» **TASK TO CARRY OUT**:
The lines you return must be all those in the data that hold the string "struct".

+ + + + +

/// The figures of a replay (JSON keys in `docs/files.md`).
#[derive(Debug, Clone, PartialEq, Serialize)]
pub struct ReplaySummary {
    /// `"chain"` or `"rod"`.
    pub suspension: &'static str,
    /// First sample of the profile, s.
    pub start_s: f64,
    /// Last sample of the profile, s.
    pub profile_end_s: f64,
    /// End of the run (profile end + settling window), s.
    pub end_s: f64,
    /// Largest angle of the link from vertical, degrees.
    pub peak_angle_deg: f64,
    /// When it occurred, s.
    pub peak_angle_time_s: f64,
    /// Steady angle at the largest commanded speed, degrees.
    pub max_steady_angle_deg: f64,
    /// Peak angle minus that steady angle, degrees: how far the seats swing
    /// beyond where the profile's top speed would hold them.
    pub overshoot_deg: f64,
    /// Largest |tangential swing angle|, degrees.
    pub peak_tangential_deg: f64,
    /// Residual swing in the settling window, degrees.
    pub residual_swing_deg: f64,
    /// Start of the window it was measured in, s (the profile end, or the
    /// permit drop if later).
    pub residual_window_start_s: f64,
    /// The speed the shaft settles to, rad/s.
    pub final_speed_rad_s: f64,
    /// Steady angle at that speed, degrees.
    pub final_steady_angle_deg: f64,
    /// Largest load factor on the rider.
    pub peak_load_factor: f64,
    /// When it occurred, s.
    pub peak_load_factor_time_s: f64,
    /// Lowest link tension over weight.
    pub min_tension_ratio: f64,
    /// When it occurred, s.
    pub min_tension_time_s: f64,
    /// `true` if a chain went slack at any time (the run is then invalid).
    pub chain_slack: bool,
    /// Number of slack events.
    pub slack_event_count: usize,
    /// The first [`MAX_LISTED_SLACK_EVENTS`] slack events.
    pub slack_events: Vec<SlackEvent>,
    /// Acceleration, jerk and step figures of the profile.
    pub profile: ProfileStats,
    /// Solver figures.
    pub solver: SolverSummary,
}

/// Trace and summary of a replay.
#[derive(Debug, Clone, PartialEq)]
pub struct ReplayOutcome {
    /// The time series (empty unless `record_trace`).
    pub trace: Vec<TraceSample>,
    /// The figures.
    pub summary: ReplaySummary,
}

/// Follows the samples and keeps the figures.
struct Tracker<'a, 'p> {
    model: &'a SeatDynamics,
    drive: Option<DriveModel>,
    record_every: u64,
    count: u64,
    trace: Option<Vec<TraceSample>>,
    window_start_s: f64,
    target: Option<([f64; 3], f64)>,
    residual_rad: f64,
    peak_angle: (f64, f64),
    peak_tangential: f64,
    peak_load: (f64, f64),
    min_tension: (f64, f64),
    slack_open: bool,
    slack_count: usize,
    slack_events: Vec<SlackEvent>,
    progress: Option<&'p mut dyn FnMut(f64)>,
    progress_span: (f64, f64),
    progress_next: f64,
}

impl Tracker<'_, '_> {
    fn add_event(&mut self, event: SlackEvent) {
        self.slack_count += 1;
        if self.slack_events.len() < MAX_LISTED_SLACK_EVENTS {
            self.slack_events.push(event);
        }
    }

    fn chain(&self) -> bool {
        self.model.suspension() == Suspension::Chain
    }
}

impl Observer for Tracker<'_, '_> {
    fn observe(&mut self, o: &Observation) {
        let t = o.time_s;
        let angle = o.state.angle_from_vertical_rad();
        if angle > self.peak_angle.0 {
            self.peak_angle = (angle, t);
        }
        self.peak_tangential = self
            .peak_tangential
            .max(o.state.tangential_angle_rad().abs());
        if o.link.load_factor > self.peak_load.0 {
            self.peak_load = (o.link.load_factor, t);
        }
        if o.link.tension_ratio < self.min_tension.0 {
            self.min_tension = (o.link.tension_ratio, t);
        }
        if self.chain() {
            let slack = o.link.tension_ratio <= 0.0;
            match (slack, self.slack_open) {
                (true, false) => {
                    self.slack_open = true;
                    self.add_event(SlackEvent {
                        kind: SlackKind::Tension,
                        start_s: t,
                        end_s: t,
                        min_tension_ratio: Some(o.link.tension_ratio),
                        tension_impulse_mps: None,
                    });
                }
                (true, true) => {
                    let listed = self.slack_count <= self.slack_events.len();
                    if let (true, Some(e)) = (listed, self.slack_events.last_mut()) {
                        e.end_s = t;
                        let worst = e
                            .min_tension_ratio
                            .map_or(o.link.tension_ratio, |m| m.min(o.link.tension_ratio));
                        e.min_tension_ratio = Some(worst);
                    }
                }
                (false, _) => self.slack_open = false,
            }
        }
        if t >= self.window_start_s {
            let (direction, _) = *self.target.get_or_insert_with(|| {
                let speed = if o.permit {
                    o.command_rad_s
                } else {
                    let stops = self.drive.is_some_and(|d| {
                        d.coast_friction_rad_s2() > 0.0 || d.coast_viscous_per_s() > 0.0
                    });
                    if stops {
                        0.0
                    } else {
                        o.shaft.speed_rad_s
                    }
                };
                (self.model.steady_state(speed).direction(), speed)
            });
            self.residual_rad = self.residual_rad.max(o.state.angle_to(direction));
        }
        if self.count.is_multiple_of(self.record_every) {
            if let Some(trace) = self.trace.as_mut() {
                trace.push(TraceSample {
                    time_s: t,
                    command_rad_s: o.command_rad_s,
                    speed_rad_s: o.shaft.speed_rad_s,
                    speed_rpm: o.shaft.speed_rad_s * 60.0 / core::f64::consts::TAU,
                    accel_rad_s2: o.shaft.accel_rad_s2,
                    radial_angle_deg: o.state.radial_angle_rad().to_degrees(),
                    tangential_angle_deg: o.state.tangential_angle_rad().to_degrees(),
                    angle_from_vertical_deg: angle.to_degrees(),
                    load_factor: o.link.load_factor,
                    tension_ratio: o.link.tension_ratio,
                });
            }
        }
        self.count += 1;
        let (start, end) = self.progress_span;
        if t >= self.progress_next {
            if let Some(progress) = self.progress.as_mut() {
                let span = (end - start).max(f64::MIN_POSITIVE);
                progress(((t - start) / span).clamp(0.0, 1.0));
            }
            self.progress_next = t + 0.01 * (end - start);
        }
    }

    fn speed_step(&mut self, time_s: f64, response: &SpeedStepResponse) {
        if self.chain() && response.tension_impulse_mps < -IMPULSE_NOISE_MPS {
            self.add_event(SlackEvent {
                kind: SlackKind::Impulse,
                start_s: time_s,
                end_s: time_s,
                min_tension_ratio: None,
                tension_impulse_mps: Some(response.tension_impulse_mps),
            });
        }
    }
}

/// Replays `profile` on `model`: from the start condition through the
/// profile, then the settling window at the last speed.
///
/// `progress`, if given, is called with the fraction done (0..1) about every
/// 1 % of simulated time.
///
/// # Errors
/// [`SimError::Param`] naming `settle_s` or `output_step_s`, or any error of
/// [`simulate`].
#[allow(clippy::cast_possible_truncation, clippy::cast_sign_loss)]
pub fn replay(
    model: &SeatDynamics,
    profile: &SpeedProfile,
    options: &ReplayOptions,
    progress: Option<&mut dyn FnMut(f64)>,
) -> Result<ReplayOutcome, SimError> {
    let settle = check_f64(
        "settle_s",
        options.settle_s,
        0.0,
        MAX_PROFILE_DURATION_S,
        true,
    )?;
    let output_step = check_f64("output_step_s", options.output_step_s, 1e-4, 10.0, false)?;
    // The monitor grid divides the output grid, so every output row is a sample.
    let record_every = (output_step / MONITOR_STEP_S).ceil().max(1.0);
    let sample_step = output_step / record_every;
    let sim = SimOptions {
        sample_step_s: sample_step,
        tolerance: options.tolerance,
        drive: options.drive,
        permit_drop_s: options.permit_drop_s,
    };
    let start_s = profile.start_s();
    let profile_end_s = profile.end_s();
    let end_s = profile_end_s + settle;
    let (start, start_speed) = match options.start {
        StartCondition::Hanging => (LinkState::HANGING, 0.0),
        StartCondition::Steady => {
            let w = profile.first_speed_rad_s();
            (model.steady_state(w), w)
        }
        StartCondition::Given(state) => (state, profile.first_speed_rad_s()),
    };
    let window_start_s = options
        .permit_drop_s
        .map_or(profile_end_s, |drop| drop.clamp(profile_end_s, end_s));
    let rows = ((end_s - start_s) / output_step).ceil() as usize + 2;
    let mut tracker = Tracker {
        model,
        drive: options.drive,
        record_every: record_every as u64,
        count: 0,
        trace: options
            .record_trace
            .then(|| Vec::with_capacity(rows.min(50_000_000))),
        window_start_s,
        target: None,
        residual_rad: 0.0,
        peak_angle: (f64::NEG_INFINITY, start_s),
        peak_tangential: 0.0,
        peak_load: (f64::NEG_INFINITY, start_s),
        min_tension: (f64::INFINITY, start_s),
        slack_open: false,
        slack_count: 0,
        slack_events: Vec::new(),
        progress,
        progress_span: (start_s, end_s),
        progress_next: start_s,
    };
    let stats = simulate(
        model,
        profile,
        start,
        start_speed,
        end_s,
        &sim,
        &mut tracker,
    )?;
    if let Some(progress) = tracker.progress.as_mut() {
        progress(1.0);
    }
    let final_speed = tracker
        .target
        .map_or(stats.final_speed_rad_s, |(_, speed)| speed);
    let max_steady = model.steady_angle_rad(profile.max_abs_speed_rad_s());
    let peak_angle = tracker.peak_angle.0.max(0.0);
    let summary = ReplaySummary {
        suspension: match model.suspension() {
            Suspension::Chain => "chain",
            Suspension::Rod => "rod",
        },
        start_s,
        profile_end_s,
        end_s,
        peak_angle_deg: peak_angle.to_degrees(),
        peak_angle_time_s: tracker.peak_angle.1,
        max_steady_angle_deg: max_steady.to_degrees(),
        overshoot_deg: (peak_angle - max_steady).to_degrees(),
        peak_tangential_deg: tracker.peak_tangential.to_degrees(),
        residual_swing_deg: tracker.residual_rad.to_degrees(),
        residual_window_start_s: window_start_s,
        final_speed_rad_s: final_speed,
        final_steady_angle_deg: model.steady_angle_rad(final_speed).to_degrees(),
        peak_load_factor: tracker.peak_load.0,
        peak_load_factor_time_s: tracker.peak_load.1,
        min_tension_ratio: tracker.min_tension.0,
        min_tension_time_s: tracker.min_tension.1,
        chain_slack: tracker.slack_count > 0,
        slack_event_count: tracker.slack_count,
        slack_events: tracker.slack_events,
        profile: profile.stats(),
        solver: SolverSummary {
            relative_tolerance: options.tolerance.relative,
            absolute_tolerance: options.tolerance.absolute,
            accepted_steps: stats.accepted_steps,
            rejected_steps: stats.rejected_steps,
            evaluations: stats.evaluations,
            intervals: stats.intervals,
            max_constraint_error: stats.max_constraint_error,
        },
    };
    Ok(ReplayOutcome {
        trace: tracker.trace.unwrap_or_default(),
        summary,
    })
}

+ + + + +

» **ANSWER BOX**:
pub struct ReplaySummary {
pub struct ReplayOutcome {
struct Tracker<'a, 'p> {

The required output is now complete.